Stored items

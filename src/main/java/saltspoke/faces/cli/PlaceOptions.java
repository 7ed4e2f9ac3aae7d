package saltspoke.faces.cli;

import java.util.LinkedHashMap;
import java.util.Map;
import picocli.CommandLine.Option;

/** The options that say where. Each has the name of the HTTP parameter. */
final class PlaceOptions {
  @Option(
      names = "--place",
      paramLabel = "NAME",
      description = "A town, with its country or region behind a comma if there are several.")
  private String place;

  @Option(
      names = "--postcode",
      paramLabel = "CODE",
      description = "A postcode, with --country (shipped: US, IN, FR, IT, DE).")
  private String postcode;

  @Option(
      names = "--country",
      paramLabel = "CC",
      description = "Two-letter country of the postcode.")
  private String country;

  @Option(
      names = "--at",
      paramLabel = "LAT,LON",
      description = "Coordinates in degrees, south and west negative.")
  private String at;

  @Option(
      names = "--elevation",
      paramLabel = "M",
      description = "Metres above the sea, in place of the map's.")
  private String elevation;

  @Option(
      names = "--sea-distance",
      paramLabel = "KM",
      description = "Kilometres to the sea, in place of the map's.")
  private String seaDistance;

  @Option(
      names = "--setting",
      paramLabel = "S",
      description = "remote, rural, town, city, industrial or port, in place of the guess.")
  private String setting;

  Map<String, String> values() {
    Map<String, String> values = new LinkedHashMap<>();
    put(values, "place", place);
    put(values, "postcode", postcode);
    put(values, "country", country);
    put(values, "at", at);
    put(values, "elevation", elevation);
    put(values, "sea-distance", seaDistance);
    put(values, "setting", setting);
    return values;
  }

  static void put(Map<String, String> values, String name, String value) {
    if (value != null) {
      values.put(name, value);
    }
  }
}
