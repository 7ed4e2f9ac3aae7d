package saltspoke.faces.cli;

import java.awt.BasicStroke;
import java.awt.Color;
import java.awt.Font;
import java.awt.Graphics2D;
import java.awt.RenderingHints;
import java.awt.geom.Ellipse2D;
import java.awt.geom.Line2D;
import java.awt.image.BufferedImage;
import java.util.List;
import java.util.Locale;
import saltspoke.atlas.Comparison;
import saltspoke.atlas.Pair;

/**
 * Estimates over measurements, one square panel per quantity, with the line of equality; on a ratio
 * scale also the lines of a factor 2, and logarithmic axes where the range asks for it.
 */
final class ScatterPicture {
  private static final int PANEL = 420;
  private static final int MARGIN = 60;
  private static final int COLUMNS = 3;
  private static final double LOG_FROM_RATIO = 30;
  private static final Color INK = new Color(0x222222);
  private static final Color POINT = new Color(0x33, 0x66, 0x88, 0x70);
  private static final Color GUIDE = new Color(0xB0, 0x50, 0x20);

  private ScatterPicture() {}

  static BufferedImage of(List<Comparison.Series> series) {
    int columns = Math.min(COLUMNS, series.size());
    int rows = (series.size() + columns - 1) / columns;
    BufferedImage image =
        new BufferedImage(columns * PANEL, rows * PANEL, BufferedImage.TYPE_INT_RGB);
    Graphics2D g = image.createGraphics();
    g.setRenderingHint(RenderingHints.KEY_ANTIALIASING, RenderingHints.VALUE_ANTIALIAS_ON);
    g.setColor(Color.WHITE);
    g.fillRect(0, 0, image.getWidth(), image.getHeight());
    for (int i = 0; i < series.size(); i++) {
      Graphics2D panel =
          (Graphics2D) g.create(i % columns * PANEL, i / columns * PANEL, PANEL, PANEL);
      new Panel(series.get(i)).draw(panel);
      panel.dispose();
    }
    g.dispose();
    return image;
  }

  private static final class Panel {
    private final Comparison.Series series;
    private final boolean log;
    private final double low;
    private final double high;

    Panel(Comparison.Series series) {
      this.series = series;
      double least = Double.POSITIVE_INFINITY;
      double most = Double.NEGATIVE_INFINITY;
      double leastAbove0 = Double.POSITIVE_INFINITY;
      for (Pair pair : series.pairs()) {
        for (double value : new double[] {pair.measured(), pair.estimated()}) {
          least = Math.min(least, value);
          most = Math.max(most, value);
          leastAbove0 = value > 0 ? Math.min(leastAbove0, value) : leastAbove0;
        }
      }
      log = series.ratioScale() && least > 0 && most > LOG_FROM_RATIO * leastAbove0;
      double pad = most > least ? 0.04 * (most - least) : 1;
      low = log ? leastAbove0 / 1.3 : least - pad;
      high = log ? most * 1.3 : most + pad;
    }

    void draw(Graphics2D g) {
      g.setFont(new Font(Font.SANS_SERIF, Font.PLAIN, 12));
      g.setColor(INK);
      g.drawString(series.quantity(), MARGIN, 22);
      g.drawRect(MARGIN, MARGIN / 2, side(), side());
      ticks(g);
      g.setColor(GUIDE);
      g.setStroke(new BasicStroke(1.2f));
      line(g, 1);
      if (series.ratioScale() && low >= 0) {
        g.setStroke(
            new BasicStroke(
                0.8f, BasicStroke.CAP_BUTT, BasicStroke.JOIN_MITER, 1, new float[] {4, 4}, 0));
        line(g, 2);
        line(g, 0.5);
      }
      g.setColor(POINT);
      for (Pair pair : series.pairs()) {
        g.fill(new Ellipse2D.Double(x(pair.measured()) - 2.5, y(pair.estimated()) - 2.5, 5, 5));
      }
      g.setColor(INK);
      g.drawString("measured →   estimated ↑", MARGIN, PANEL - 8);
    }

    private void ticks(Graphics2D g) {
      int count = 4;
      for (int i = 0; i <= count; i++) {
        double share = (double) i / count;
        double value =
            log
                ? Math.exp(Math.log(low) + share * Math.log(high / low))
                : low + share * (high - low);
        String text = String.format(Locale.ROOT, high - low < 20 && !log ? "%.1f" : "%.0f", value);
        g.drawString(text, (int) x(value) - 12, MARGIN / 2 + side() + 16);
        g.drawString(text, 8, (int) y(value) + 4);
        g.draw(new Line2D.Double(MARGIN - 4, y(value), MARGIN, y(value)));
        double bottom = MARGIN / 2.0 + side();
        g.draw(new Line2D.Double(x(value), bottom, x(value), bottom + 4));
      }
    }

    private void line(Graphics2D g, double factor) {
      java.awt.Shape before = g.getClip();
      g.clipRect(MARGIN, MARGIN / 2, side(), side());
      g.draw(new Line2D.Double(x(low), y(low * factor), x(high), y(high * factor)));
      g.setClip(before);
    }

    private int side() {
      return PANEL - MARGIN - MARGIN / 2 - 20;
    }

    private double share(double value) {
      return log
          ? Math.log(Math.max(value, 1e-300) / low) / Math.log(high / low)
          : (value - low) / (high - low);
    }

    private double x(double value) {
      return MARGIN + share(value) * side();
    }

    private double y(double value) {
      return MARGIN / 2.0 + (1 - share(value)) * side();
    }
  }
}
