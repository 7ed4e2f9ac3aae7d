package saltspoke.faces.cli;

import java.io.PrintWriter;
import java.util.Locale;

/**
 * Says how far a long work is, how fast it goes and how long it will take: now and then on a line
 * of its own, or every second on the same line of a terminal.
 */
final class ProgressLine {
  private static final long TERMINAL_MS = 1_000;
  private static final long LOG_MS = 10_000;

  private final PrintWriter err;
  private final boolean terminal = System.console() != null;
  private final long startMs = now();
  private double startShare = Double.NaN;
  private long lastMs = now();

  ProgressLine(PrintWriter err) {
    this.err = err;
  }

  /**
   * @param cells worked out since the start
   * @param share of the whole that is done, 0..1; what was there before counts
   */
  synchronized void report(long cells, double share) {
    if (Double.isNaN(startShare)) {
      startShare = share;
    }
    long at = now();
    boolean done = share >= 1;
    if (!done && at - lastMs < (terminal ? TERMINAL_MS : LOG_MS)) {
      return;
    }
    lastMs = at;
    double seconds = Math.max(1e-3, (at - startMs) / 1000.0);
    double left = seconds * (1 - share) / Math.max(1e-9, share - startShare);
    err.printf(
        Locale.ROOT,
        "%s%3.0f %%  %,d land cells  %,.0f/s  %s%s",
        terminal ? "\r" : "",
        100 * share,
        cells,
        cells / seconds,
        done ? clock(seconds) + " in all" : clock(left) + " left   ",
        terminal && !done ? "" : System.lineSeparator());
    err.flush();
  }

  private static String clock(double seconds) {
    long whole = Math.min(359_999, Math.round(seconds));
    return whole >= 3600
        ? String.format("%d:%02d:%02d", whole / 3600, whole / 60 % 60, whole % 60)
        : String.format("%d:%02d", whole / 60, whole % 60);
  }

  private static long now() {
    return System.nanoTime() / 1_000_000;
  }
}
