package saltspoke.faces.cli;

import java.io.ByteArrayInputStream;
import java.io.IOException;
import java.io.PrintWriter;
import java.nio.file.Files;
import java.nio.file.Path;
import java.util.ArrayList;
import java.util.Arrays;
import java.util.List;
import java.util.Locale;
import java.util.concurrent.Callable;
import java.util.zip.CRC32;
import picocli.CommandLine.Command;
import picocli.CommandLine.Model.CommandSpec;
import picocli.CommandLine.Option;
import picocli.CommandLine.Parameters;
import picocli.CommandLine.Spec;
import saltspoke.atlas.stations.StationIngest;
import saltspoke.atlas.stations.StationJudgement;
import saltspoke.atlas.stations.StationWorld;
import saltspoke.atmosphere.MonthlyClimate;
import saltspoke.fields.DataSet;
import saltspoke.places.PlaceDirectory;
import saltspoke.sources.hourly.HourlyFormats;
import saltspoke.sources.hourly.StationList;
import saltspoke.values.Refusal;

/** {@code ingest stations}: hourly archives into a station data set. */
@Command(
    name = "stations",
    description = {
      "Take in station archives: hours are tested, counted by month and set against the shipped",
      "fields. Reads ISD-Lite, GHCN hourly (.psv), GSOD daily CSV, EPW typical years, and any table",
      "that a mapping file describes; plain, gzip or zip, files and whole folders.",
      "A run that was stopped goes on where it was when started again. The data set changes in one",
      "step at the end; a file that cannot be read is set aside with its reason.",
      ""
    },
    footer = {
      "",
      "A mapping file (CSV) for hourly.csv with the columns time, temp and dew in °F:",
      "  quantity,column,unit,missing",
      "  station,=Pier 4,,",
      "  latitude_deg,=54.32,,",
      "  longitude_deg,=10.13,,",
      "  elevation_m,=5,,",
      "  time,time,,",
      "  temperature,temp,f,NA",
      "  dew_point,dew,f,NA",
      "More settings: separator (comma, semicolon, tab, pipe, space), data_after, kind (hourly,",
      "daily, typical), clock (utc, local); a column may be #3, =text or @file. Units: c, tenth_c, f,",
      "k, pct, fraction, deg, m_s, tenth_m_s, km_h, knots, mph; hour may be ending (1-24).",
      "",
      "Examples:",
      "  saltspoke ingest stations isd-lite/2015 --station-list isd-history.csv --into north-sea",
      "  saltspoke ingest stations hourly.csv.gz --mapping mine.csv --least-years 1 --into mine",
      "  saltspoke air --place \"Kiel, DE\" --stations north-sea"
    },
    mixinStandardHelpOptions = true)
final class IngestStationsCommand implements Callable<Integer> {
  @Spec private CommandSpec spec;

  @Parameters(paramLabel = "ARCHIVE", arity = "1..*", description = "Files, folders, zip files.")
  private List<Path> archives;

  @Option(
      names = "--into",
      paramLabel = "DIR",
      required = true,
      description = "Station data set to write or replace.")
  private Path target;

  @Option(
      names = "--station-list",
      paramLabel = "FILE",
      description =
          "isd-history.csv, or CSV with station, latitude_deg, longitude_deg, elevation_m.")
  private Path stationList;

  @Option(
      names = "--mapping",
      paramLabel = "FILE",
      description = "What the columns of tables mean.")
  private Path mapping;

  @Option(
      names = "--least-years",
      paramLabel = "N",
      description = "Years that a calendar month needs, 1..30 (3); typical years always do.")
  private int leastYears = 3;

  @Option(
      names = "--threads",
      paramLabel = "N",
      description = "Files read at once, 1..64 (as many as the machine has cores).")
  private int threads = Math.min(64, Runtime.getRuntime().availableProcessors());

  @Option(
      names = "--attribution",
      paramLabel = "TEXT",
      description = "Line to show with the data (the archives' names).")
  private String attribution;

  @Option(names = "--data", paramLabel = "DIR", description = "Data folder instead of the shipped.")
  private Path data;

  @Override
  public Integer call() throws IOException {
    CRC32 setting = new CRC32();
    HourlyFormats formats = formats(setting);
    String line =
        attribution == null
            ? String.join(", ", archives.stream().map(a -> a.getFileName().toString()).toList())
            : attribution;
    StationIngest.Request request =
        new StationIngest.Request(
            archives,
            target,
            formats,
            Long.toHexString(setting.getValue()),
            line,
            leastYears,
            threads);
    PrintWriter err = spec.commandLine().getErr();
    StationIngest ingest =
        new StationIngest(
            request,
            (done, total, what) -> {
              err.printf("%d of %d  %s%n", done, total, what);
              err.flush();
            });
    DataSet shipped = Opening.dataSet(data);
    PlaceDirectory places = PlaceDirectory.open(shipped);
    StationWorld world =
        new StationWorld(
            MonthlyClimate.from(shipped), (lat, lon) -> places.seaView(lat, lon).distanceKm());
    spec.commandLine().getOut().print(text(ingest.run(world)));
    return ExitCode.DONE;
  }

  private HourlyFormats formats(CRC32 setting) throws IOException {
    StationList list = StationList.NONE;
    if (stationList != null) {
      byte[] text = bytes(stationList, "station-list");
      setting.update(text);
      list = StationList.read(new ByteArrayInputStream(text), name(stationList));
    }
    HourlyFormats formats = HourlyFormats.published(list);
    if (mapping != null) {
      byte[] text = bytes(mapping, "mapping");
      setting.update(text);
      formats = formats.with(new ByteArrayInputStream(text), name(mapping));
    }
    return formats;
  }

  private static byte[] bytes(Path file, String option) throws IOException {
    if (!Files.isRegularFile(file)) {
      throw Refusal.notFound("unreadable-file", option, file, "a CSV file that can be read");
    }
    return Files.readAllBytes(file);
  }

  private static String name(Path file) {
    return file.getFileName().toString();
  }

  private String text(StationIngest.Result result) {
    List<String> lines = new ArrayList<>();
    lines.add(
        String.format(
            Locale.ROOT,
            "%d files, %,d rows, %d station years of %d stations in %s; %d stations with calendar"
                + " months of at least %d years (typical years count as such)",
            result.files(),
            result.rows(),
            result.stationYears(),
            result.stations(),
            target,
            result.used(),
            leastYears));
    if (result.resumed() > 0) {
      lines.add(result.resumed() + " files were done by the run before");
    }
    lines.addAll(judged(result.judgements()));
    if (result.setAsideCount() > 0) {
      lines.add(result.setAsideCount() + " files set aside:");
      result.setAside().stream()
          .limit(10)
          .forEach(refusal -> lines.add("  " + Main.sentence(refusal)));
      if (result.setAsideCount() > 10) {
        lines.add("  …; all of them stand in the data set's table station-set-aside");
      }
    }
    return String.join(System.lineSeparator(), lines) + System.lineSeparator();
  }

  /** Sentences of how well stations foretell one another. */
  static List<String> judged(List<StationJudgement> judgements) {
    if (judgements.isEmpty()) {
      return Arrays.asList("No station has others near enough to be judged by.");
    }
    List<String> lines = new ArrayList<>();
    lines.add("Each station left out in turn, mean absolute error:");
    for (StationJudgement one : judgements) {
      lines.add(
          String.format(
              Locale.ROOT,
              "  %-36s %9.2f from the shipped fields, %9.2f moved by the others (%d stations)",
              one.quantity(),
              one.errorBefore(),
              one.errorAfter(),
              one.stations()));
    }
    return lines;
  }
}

What this task involves
Beginning with the line that has "g.dispose();" and ending with the line that has "this.series = series;", set down the lines above exactly and include no others.

Result
    g.dispose();
    return image;
  }

  private static final class Panel {
    private final Comparison.Series series;
    private final boolean log;
    private final double low;
    private final double high;

    Panel(Comparison.Series series) {
      this.series = series;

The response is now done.